* **What you should do**:
Return the data below exactly, stopping after the line with "percentiles, binned tables, zeros".

* **Data provided**:
▼

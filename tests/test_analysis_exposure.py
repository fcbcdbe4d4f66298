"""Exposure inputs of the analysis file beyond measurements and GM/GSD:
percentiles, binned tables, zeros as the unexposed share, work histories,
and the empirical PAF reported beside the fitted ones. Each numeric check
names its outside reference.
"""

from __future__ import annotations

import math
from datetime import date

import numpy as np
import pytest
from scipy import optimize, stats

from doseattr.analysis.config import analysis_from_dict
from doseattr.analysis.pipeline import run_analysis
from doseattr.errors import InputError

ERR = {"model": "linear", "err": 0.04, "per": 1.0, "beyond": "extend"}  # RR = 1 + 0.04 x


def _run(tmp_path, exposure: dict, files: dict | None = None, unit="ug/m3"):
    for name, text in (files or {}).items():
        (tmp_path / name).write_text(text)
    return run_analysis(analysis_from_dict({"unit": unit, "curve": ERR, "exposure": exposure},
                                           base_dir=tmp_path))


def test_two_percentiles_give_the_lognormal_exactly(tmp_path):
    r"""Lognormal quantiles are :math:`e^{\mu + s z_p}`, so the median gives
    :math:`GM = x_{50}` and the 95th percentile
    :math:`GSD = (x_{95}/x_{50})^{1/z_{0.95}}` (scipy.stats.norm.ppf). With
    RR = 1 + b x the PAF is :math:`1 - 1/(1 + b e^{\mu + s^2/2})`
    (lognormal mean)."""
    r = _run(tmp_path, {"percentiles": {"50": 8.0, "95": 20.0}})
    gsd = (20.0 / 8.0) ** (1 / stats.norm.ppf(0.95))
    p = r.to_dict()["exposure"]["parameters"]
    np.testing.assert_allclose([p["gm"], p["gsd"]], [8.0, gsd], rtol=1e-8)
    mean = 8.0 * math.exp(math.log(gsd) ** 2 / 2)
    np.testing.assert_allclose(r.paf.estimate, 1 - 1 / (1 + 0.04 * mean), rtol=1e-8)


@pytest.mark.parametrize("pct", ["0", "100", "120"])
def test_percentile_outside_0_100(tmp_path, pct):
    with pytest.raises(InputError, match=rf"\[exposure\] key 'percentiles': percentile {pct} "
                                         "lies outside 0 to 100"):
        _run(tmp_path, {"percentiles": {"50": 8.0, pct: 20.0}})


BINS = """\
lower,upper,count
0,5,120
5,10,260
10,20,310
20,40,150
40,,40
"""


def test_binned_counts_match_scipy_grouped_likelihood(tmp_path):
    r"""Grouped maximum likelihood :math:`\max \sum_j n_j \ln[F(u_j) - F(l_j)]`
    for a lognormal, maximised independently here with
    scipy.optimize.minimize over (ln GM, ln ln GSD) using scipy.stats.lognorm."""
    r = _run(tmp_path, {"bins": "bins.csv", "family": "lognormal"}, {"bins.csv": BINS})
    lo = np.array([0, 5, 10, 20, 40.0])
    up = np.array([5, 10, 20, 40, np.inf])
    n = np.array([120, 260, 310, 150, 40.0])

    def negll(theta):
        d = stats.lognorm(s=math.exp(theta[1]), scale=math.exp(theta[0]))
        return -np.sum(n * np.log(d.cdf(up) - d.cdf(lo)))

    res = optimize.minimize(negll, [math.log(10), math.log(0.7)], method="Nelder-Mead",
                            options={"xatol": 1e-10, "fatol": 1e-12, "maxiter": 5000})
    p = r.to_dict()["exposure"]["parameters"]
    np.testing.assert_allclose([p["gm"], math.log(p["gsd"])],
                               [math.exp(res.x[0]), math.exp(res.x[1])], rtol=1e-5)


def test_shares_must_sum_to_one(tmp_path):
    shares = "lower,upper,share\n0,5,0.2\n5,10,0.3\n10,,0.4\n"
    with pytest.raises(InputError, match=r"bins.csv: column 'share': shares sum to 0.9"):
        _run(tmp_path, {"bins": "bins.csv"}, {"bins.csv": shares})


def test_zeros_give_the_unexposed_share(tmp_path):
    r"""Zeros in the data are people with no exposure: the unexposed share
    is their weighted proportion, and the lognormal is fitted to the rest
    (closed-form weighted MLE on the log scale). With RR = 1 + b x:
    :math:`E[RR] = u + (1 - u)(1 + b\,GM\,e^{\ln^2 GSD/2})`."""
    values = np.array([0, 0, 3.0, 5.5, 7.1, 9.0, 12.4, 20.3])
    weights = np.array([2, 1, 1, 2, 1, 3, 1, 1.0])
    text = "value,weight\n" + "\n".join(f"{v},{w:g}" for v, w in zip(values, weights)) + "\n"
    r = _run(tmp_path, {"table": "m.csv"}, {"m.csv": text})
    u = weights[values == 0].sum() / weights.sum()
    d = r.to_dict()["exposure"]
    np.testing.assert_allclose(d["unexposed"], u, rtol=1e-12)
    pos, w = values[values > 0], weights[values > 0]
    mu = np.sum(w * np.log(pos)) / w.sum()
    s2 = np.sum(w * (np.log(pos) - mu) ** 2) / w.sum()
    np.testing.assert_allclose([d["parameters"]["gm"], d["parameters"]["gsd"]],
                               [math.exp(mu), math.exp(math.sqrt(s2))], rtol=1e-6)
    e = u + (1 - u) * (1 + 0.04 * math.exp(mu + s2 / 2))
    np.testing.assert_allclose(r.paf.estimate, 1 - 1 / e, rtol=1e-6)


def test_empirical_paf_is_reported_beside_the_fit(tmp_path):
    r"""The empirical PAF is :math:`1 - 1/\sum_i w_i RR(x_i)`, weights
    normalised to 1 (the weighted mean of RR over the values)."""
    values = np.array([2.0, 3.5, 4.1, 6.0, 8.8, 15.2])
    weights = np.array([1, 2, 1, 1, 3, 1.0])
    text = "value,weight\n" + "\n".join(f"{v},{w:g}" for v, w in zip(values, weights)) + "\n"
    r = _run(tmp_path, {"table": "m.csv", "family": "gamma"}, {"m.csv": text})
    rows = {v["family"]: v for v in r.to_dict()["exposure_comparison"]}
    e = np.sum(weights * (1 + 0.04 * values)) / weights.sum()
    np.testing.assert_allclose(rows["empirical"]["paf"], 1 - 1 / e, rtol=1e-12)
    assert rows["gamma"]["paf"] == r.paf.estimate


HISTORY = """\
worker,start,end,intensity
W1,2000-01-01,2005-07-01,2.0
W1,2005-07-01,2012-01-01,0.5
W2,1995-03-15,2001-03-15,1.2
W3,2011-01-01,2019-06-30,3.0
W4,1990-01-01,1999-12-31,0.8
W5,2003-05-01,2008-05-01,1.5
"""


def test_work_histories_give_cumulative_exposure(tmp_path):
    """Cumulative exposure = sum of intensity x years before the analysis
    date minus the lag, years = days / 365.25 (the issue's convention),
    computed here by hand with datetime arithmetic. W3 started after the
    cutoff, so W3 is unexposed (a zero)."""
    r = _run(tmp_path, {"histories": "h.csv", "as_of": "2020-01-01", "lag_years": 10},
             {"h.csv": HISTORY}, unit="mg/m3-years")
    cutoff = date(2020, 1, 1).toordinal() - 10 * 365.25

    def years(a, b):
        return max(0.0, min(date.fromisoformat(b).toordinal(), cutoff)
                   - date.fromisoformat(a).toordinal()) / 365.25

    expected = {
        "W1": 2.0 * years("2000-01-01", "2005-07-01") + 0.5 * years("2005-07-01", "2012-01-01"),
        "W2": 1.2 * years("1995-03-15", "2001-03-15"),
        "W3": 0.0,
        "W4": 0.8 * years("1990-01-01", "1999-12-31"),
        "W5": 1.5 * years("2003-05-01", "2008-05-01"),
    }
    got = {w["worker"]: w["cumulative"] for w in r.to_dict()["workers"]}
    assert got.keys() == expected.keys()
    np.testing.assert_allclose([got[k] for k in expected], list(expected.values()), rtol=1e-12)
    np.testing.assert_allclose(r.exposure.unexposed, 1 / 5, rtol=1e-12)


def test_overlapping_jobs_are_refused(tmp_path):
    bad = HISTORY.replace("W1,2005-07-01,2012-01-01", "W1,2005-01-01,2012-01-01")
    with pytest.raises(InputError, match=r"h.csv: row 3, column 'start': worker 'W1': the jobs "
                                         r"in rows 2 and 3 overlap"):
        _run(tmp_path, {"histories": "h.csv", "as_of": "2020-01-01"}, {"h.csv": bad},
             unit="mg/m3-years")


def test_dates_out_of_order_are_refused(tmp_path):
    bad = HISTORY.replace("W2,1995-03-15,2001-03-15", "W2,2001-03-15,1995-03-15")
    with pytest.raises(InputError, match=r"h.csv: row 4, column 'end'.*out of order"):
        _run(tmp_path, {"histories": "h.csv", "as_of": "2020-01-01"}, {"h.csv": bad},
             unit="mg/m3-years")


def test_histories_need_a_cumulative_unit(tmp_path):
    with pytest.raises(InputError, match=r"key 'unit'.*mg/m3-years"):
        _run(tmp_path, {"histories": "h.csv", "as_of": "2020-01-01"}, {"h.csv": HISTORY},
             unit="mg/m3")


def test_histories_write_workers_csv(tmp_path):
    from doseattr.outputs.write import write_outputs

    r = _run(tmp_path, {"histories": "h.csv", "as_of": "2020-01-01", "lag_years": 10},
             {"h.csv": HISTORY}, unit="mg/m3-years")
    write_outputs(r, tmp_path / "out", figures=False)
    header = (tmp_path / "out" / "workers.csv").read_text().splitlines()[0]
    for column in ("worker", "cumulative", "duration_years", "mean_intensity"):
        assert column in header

▲

* **Expected answer**:
filename tests/test_analysis_exposure.py
repository fcbcdbe4d4f66298
"""Exposure inputs of the analysis file beyond measurements and GM/GSD:
percentiles, binned tables, zeros as the unexposed share, work histories,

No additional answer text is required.